I had a working LSTM model that had one weight/bias layer from its recurrent state to the output. I then also coded up the same system, but with two layers. This means that I would have the LSTM, then a hidden layer, and then the output. I wrote the lines to define this double layer model, but did not use them a single time. But, now that those layers exist but are not used at all, it wouldn't learn! So my weights and biases are defined like so:
weights = {
# if going straight from PLSTM output to x,y prediction
'out': tf.Variable(tf.random_normal([FLAGS.n_hidden, n_out], stddev=1/FLAGS.n_hidden, dtype=tf.float32)),
# if fully connected feed-forward hidden layer between PLSTM output and x,y prediction
'outHidden1': tf.Variable(tf.random_normal([FLAGS.n_hidden, FLAGS.n_middle], dtype=tf.float32)),
'outHidden2': tf.Variable(tf.random_normal([FLAGS.n_middle, n_out], dtype=tf.float32))
}
biases = {
# if going straight from PLSTM output to x,y prediction
'out': tf.Variable(tf.random_normal([n_out], dtype=tf.float32)),
# if fully connected feed-forward hidden layer between PLSTM output and x,y predictio
'outHidden1': tf.Variable(tf.random_normal([FLAGS.n_middle], dtype=tf.float32)),
'outHidden2': tf.Variable(tf.random_normal([n_out], dtype=tf.float32))
}
So I had the double layer weights and biases defined, but they were never used a single time in training or testing.

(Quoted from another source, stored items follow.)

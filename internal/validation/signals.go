package validation

import (
	"context"
	"encoding/json"
	"fmt"
	"math"
	"slices"

	"limitary/internal/chart"
	"limitary/internal/decimal"
	"limitary/internal/judge"
	"limitary/internal/limits"
	"limitary/internal/rules"
)

// Signals is the subject of the worked examples' signals: the points that the judge finds beyond the limits of each
// example, held against those that its source names. It stands apart from Groups because it needs the judge as well.
func Signals() Group { return Group{"signals of worked examples", signalChecks} }

// signalling is what a worked example says of its signals, in the names of its file.
type signalling struct {
	example
	counts struct {
		C, Nonconforming, Nonconformities []float64
		N                                 float64
		Units                             []float64 `json:"inspection_units"`
	}
	Parameters struct {
		Lambda, Start, Sigma, Mu0, K, H float64
		KSigma                          float64 `json:"k_sigma"`
	}
	Signals map[string][]int
}

// asked tells how to find the points of each kind of answer.
var asked = map[string]func(*signalling) ([]int, error){
	"beyond_3sigma":                (*signalling).beyond,
	"beyond_3sigma_1based":         (*signalling).beyond,
	"beyond_revised_limits_1based": (*signalling).beyondRevised,
	"beyond_limits":                (*signalling).average,
	"C_plus_exceeds_H_1based":      func(s *signalling) ([]int, error) { return s.sums(rules.UpperOnly) },
	"C_minus_exceeds_H":            func(s *signalling) ([]int, error) { return s.sums(rules.LowerOnly) },
}

// onTheLine names the answer that lists points on a line: they are checked not to signal.
const onTheLine = "exactly_on_UCL_1based"

func signalChecks(context.Context) ([]Check, error) {
	var file struct{ Examples []json.RawMessage }
	if err := readJSON(examplesFile, &file); err != nil {
		return nil, err
	}
	var checks []Check
	for _, raw := range file.Examples {
		s := &signalling{}
		var counts struct{ Data json.RawMessage }
		err := json.Unmarshal(raw, s)
		if err == nil {
			err = json.Unmarshal(raw, &counts)
		}
		if err == nil {
			err = json.Unmarshal(counts.Data, &s.counts)
		}
		if err != nil {
			return checks, fmt.Errorf("%s: %w", examplesFile, err)
		}
		more, err := s.check()
		checks = append(checks, more...)
		if err != nil {
			return checks, fmt.Errorf("%s: %w", s.ID, err)
		}
	}
	return checks, nil
}

// check gives one check for the number of points that signal and one for each of them.
func (s *signalling) check() (checks []Check, err error) {
	exactly := func(name string, want, got int) {
		checks = append(checks, Check{Name: s.ID + ": " + name, Source: s.Source, Want: float64(want), Printed: true}.Compare(float64(got)))
	}
	for _, name := range sortedKeys(s.Signals) {
		if name == onTheLine {
			points, err := s.beyond()
			if err != nil {
				return checks, err
			}
			for _, p := range s.Signals[name] {
				exactly(fmt.Sprintf("signals at point %d, which lies on the line", p), 0, among(points, p))
			}
			continue
		}
		find, ok := asked[name]
		if !ok {
			return checks, fmt.Errorf("no way is known to answer %q", name)
		}
		points, err := find(s)
		if err != nil {
			return checks, err
		}
		exactly(name+", number of points", len(s.Signals[name]), len(points))
		for _, p := range s.Signals[name] {
			exactly(fmt.Sprintf("%s, signals at point %d", name, p), 1, among(points, p))
		}
	}
	return checks, nil
}

func sortedKeys(m map[string][]int) (keys []string) {
	for k := range m {
		keys = append(keys, k)
	}
	slices.Sort(keys)
	return keys
}

func among(points []int, p int) int {
	if slices.Contains(points, p) {
		return 1
	}
	return 0
}

var beyondThree = rules.Spec{ID: "beyond-3", Kind: rules.Beyond, Consequence: rules.Stop, K: 1, M: 1, Z: 3}

// beyond gives the points beyond three sigmas of either trace, counted from 1.
func (s *signalling) beyond() ([]int, error) {
	switch {
	case s.Kind != "":
		return s.beyondComputed()
	case s.counts.C != nil:
		mean := meanOf(s.counts.C)
		return judged(mean, math.Sqrt(mean), beyondThree, s.counts.C, nil)
	case s.counts.Nonconforming != nil:
		return s.fractions(nil)
	case s.counts.Nonconformities != nil:
		return s.perUnit()
	}
	return nil, fmt.Errorf("the data are of no known kind")
}

// beyondComputed judges an example of a kind that package limits computes.
func (s *signalling) beyondComputed() ([]int, error) {
	req, err := s.request()
	if err != nil {
		return nil, err
	}
	res, err := limits.Compute(req)
	if err != nil {
		return nil, err
	}
	l := judge.Limits{Kind: res.Kind, SubgroupSize: res.SubgroupSize, Places: res.PublishedDecimals, ProcessSigma: res.ProcessSigma}
	for role, t := range [...]chart.Trace{res.Location, res.Dispersion} {
		l.Traces[role] = &judge.Trace{Trace: t, Rules: []rules.Spec{beyondThree}}
	}
	points := make([]judge.Point, len(req.Groups))
	for i, g := range req.Groups {
		points[i].Readings = g.Readings
	}
	return walked(l, points)
}

// fractions judges fractions nonconforming of samples of one size; the mean leaves out some, counted from 1.
func (s *signalling) fractions(leftOut []int) ([]int, error) {
	var all, used []float64
	for i, x := range s.counts.Nonconforming {
		all = append(all, x/s.counts.N)
		if !slices.Contains(leftOut, i+1) {
			used = append(used, x)
		}
	}
	p := meanOf(used) / s.counts.N
	return judged(p, math.Sqrt(p*(1-p)/s.counts.N), beyondThree, all, nil)
}

// beyondRevised judges all samples by limits that leave out those beyond the first ones.
func (s *signalling) beyondRevised() ([]int, error) {
	out, err := s.beyond()
	if err != nil {
		return nil, err
	}
	return s.fractions(out)
}

// perUnit judges nonconformities per inspection unit where the inspected size differs: each point has its own sigma.
func (s *signalling) perUnit() ([]int, error) {
	rate := meanOf(s.counts.Nonconformities) / meanOf(s.counts.Units)
	var xs, sigmas []float64
	for i, x := range s.counts.Nonconformities {
		xs, sigmas = append(xs, x/s.counts.Units[i]), append(sigmas, math.Sqrt(rate/s.counts.Units[i]))
	}
	return judged(rate, sigmas[0], beyondThree, xs, sigmas)
}

func (s *signalling) average() ([]int, error) {
	p := s.Parameters
	return judged(p.Start, p.Sigma, rules.Spec{ID: "average", Kind: rules.EWMA, Consequence: rules.Act, Lambda: p.Lambda, Limit: p.KSigma}, s.example.Data.X, nil)
}

func (s *signalling) sums(sides rules.Sides) ([]int, error) {
	p := s.Parameters
	return judged(p.Mu0, p.Sigma, rules.Spec{ID: "sum", Kind: rules.CUSUM, Consequence: rules.Act, Sides: sides, Reference: p.K, Interval: p.H}, s.example.Data.X, nil)
}

func meanOf(xs []float64) float64 { return decimal.Mean(xs, decimal.Unrounded) }

// judged gives the statistics, counted from 1, at which the rule completes. Sigmas are those of the points, where they
// differ.
func judged(centre, sigma float64, rule rules.Spec, xs, sigmas []float64) ([]int, error) {
	l := judge.Limits{Places: decimal.Unrounded}
	l.Traces[chart.Location] = &judge.Trace{Trace: chart.Trace{Centre: &centre, Sigma: &sigma}, Rules: []rules.Spec{rule}}
	points := make([]judge.Point, len(xs))
	for i := range xs {
		points[i].Readings = xs[i : i+1]
		if sigmas != nil {
			points[i].Sigma = &sigmas[i]
		}
	}
	return walked(l, points)
}

// walked judges the points one by one.
func walked(l judge.Limits, points []judge.Point) (found []int, err error) {
	j, err := judge.New(l)
	if err != nil {
		return nil, err
	}
	st, v := j.NewState(), judge.Verdict{}
	for i, p := range points {
		j.Judge(st, p, &v)
		if v.Standing > judge.Clear {
			found = append(found, i+1)
		}
	}
	return found, nil
}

My incorporation of the weights/biases was a single line:
return tf.matmul(relevant, weights['out']) + biases['out']
where relevant is the LSTM output. So I am only using the 'out' variables in the weight and bias dictionaries.

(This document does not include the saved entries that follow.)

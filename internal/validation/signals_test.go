package validation_test

import (
	"context"
	"testing"

	"limitary/internal/validation"
)

// Eleven examples name their signals, one of them by two limits and one in two arms: thirteen numbers of points. Points
// that signal: 24; 15, 23; 15, 21, 23; 6, 20; 29, 30. One point lies on the line.
func TestSignalsOfWorkedExamples(t *testing.T) {
	checks, err := validation.Signals().Checks(context.Background())
	if err != nil {
		t.Fatal(err)
	}
	for _, c := range checks {
		if !c.Pass {
			t.Errorf("%s: got %v, want %v (%s)", c.Name, c.Got, c.Want, c.Source)
		}
		if c.Compare(c.Want + 1).Pass {
			t.Errorf("%s: passes with one too many", c.Name)
		}
	}
	if got, want := len(checks), 13+10+1; got != want {
		t.Errorf("got %d checks, want %d", got, want)
	}
}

It wouldn't learn anything. Then, once I commented the double layer variables out like this:
weights = {
# if going straight from PLSTM output to x,y prediction
'out': tf.Variable(tf.random_normal([FLAGS.n_hidden, n_out], stddev=1/FLAGS.n_hidden, dtype=tf.float32)),
# if fully connected feed-forward hidden layer between PLSTM output and x,y prediction
# 'outHidden1': tf.Variable(tf.random_normal([FLAGS.n_hidden, FLAGS.n_middle], dtype=tf.float32)),
# 'outHidden2': tf.Variable(tf.random_normal([FLAGS.n_middle, n_out], dtype=tf.float32))
}
biases = {
# if going straight from PLSTM output to x,y prediction
'out': tf.Variable(tf.random_normal([n_out], dtype=tf.float32)),
# if fully connected feed-forward hidden layer between PLSTM output and x,y predictio
# 'outHidden1': tf.Variable(tf.random_normal([FLAGS.n_middle], dtype=tf.float32)),
# 'outHidden2': tf.Variable(tf.random_normal([n_out], dtype=tf.float32))
}
...it started working again. How does the existence of those variables impede learning? I initialize them, but no gradients should be running through them, and backprop shouldn't have any association with those unused variables. Or am I misunderstanding something?